WHAT TO PRODUCE => I'd like an exact copy of every line from the start of the entries below through the line containing "from, to int", please.

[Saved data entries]
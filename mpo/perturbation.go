package mpo

import (
	"rundle/internal/dense"
	"rundle/internal/task"
	"rundle/mps/block"
)

// Perturbation plans, for each charge of the bond between two sites, the density matrix of the states that the Hamiltonian reaches from
// theta on one side of the bond: the terms that cross it, applied on that side only (White 2005). A row is a combination of
// (l', s1') for the left side, of (s2', r') for the right side; what the rest of the network leaves open is summed over.
// Charges absent from theta itself are there too.
type Perturbation[T dense.Scalar] struct {
	Blocks []PerturbationBlock

	net    network[T]    // of it the first pass
	moves  []feedTask[T] // from x, or from theta where the environment is the identity
	left   bool
	spans  []span // of the moves, by block
	order  []int  // blocks, most work first
	widest int    // elements of the largest matrix
	flops  float64
}

// PerturbationBlock is the density matrix of one bond charge, Rows × Rows.
type PerturbationBlock struct {
	Charge   block.Charge
	Rows     int
	Segments []Segment

	cols int
}

// Segment places a pair of sectors (bond, site) or (site, bond) among the rows of a block.
type Segment struct{ Outer, Site, Start, Dim int }

type span struct{ from, to int }

// Densities computes the matrix of each block for the slab src of theta: element (x, y) is the sum of m_x conj(m_y) over the open indices of what was
// reached, m, in units of the energy unit: couplings whose squares are no numbers need one of their size. Workers hold one m at a time.
func (p *Perturbation[T]) Densities(h *Projected[T], src []T, unit float64, ws *Workspace[T], pool *task.Pool) [][]T {
	ws.x = grow(ws.x, p.net.xSize)
	a, b := h.left.Data, src
	if !p.left {
		a, b = src, h.right.Data
	}
	pool.Do(len(p.net.first), p.net.firstFlops, func(_, i int) { multiply(&p.net.first[i], a, b, ws.x) })
	reached, rho := make([][]T, pool.Threads()), make([][]T, len(p.Blocks))
	pool.Do(len(p.Blocks), p.flops, func(worker, j int) {
		i := p.order[j]
		k := &p.Blocks[i]
		if reached[worker] == nil {
			reached[worker] = make([]T, p.widest)
		}
		m := reached[worker][:k.Rows*k.cols]
		clear(m)
		for q := p.spans[i].from; q < p.spans[i].to; q++ {
			f := &p.moves[q]
			if f.from == theta {
				move(&f.moveTask, src, m)
			} else {
				move(&f.moveTask, ws.x, m)
			}
		}
		if unit != 1 {
			dense.Scale(dense.FromFloat[T](1/unit), m)
		}
		rho[i] = make([]T, k.Rows*k.Rows)
		one, zero := dense.FromFloat[T](1), dense.FromFloat[T](0)
		if p.left {
			dense.Gemm(dense.NoTrans, dense.ConjTrans, k.Rows, k.Rows, k.cols, one, m, k.cols, m, k.cols, zero, rho[i], k.Rows)
		} else {
			dense.Gemm(dense.Trans, dense.ConjNoTrans, k.Rows, k.Rows, k.cols, one, m, k.Rows, m, k.Rows, zero, rho[i], k.Rows)
		}
	})
	return rho
}

// PlanPerturbation plans the perturbation of the left (or right) side of the bond between the two sites of h.
func (h *Projected[T]) PlanPerturbation(left bool) *Perturbation[T] {
	if left {
		return h.perturbLeft()
	}
	return h.perturbRight()
}

// draft is a perturbation under construction: the matrices m of its blocks, for the right side stored transposed, and where the combinations of sectors stand among their rows and columns.
type draft[T dense.Scalar] struct {
	blocks []PerturbationBlock
	sites  int             // sectors of the site that is kept
	rows   [][2]int        // block and first row, by outer sector * sites + site sector
	others int             // sectors of the other site
	cols   []int           // first column, by (block * sectors of the MPO bond + w) * others + other site sector; the bond of theta follows
	moves  [][]feedTask[T] // by block
}

// newDraft lists the pairs of an outer bond sector and a site sector by the charge of the bond between the sites: outer + site on the
// left side, outer - site on the right. The slower axis of theta runs slower here too. The columns are the sectors of the MPO bond mid with those
// of the other site and of its bond.
func newDraft[T dense.Scalar](g block.Group, mid block.Axis, th *block.Structure, env block.Axis, left bool) *draft[T] {
	site, other, far, sign := th.Axes[1], th.Axes[2], th.Axes[3], +1
	if !left {
		site, other, far, sign = th.Axes[2], th.Axes[1], th.Axes[0], -1
	}
	d := &draft[T]{sites: len(site.Sectors), rows: make([][2]int, len(env.Sectors)*len(site.Sectors)), others: len(other.Sectors)}
	at := make(map[block.Charge]int)
	if left {
		for o := range env.Sectors {
			for s := range site.Sectors {
				d.addRows(at, g.Add(env.Sectors[o].Charge, site.Sectors[s].Charge), o, s, env.Sectors[o].Dim*site.Sectors[s].Dim)
			}
		}
	} else {
		for s := range site.Sectors {
			for o := range env.Sectors {
				d.addRows(at, g.Sub(env.Sectors[o].Charge, site.Sectors[s].Charge), o, s, env.Sectors[o].Dim*site.Sectors[s].Dim)
			}
		}
	}
	d.moves = make([][]feedTask[T], len(d.blocks))
	for i := range d.blocks {
		d.addColumns(g, &d.blocks[i], mid, other, far, sign)
	}
	return d
}

func (d *draft[T]) addRows(at map[block.Charge]int, q block.Charge, outer, site, dim int) {
	i, ok := at[q]
	if !ok {
		i = len(d.blocks)
		at[q] = i
		d.blocks = append(d.blocks, PerturbationBlock{Charge: q})
	}
	b := &d.blocks[i]
	d.rows[outer*d.sites+site] = [2]int{i, b.Rows}
	b.Segments = append(b.Segments, Segment{Outer: outer, Site: site, Start: b.Rows, Dim: dim})
	b.Rows += dim
}

// addColumns lists every sector of the MPO bond and of the other site whose charges, with a bond sector of theta, add up to the block's.
func (d *draft[T]) addColumns(g block.Group, b *PerturbationBlock, mid, other, far block.Axis, sign int) {
	for _, w := range mid.Sectors {
		rest := g.Sub(b.Charge, w.Charge)
		for _, s := range other.Sectors {
			d.cols = append(d.cols, b.cols)
			q := g.Sub(rest, s.Charge)
			if sign > 0 {
				q = g.Add(rest, s.Charge)
			}
			if k, ok := far.Find(q); ok {
				b.cols += w.Dim * s.Dim * far.Sectors[k].Dim
			}
		}
	}
}

// finish keeps the blocks that anything reaches.
func (d *draft[T]) finish(p *Perturbation[T], x slab) {
	var work []float64
	for i, b := range d.blocks {
		if len(d.moves[i]) == 0 {
			continue
		}
		from := len(p.moves)
		p.moves = append(p.moves, d.moves[i]...)
		p.Blocks, p.spans = append(p.Blocks, b), append(p.spans, span{from, len(p.moves)})
		p.widest = max(p.widest, b.Rows*b.cols)
		cost := 2 * float64(b.Rows) * float64(b.Rows) * float64(b.cols)
		work = append(work, cost)
		p.flops += cost
	}
	p.order = task.ByWork(work)
	p.net.seal(x, slab{})
}

// perturbLeft: y(l', s1' | w, s2, r) = sum W1(a, w; s1', s1) env(l', a, l) theta(l, s1, s2, r).
func (h *Projected[T]) perturbLeft() *Perturbation[T] {
	p := &Perturbation[T]{left: true}
	var x slab
	w, th, skip := h.planner.crossing(h.first, true), h.Theta, h.plan.key.vacant
	source := newLeftSource(&p.net, w, skip, h.left.Structure, asKet(th), &x)
	na, nm := len(w.wl.Sectors), len(w.wr.Sectors)
	outer := h.left.Axes[0]
	d := newDraft[T](w.group, w.wr, th, outer, true)
	up, links := steps(w.group, th.Axes[0], +1, w.wl, outer), w.by(leftIn)
	for t := range th.Blocks {
		tb := &th.Blocks[t]
		l, s1, s2 := tb.Sectors[0], tb.Sectors[1], tb.Sectors[2]
		d1, cols := tb.Shape[1], tb.Shape[2]*tb.Shape[3]
		for a := range na {
			src, lp := source.at[t*na+a], up[l*na+a]
			if lp < 0 {
				continue
			}
			m, wide := outer.Sectors[lp].Dim, source.pack.wide[a]
			for _, k := range links[a*len(w.states)+s1] {
				row := d.rows[lp*d.sites+k.out]
				col, ld := d.cols[(row[0]*nm+k.right)*d.others+s2], d.blocks[row[0]].cols
				for _, e := range w.local[k.from:k.to] {
					f := feedTask[T]{from: between, moveTask: moveTask[T]{dst: (row[1]+e.out)*ld + col + e.right*cols,
						rows: m, cols: cols, ldd: w.states[k.out].dim * ld, value: e.value}}
					switch {
					case skip == place{a, e.left}:
						f.from, f.src, f.lds = theta, tb.Offset+e.in*cols, d1*cols
					case src < 0:
						continue
					default:
						f.src, f.lds = src+(source.pack.at[a][e.left]*d1+e.in)*cols, wide*d1*cols
					}
					d.moves[row[0]] = append(d.moves[row[0]], f)
				}
			}
		}
	}
	d.finish(p, x)
	return p
}

// perturbRight: y(w, l, s1 | s2', r') = sum W2(w, c; s2', s2) theta(l, s1, s2, r) env(c, r, r').
func (h *Projected[T]) perturbRight() *Perturbation[T] {
	p := &Perturbation[T]{}
	var x slab
	w, th, skip := h.planner.crossing(h.first, false), h.Theta, h.plan.key.done
	nc, nm := len(w.wr.Sectors), len(w.wl.Sectors)
	outer := h.right.Axes[2]
	source := newRightSource(&p.net, w, skip, h.right.Structure, asKet(th), &x)
	d := newDraft[T](w.group, w.wl, th, outer, false)
	links := w.by(rightIn)
	for t := range th.Blocks {
		tb := &th.Blocks[t]
		s1, s2, r := tb.Sectors[1], tb.Sectors[2], tb.Sectors[3]
		rows, d2 := tb.Shape[0]*tb.Shape[1], tb.Shape[2]
		for c := range nc {
			src, rp := source.at[t*nc+c], source.up[r*nc+c]
			if rp < 0 {
				continue
			}
			n, wide := outer.Sectors[rp].Dim, source.pack.wide[c]
			for _, k := range links[c*len(w.states)+s2] {
				row := d.rows[rp*d.sites+k.out]
				col, ld := d.cols[(row[0]*nm+k.left)*d.others+s1], d.blocks[row[0]].Rows
				for _, e := range w.local[k.from:k.to] {
					f := feedTask[T]{from: between, moveTask: moveTask[T]{dst: (col+e.left*rows)*ld + row[1] + e.out*n,
						rows: rows, cols: n, ldd: ld, value: e.value}}
					switch {
					case skip == place{c, e.right}:
						f.from, f.src, f.lds = theta, tb.Offset+e.in*n, d2*n
					case src < 0:
						continue
					default:
						f.src, f.lds = src+(e.in*wide+source.pack.at[c][e.right])*n, d2*wide*n
					}
					d.moves[row[0]] = append(d.moves[row[0]], f)
				}
			}
		}
	}
	d.finish(p, x)
	return p
}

RESPONSE BELOW =>
filename mpo/perturbation.go
package mpo

import (
	"rundle/internal/dense"
	"rundle/internal/task"
	"rundle/mps/block"
)

// Perturbation plans, for each charge of the bond between two sites, the density matrix of the states that the Hamiltonian reaches from
// theta on one side of the bond: the terms that cross it, applied on that side only (White 2005). A row is a combination of
// (l', s1') for the left side, of (s2', r') for the right side; what the rest of the network leaves open is summed over.
// Charges absent from theta itself are there too.
type Perturbation[T dense.Scalar] struct {
	Blocks []PerturbationBlock

	net    network[T]    // of it the first pass
	moves  []feedTask[T] // from x, or from theta where the environment is the identity
	left   bool
	spans  []span // of the moves, by block
	order  []int  // blocks, most work first
	widest int    // elements of the largest matrix
	flops  float64
}

// PerturbationBlock is the density matrix of one bond charge, Rows × Rows.
type PerturbationBlock struct {
	Charge   block.Charge
	Rows     int
	Segments []Segment

	cols int
}

// Segment places a pair of sectors (bond, site) or (site, bond) among the rows of a block.
type Segment struct{ Outer, Site, Start, Dim int }

type span struct{ from, to int }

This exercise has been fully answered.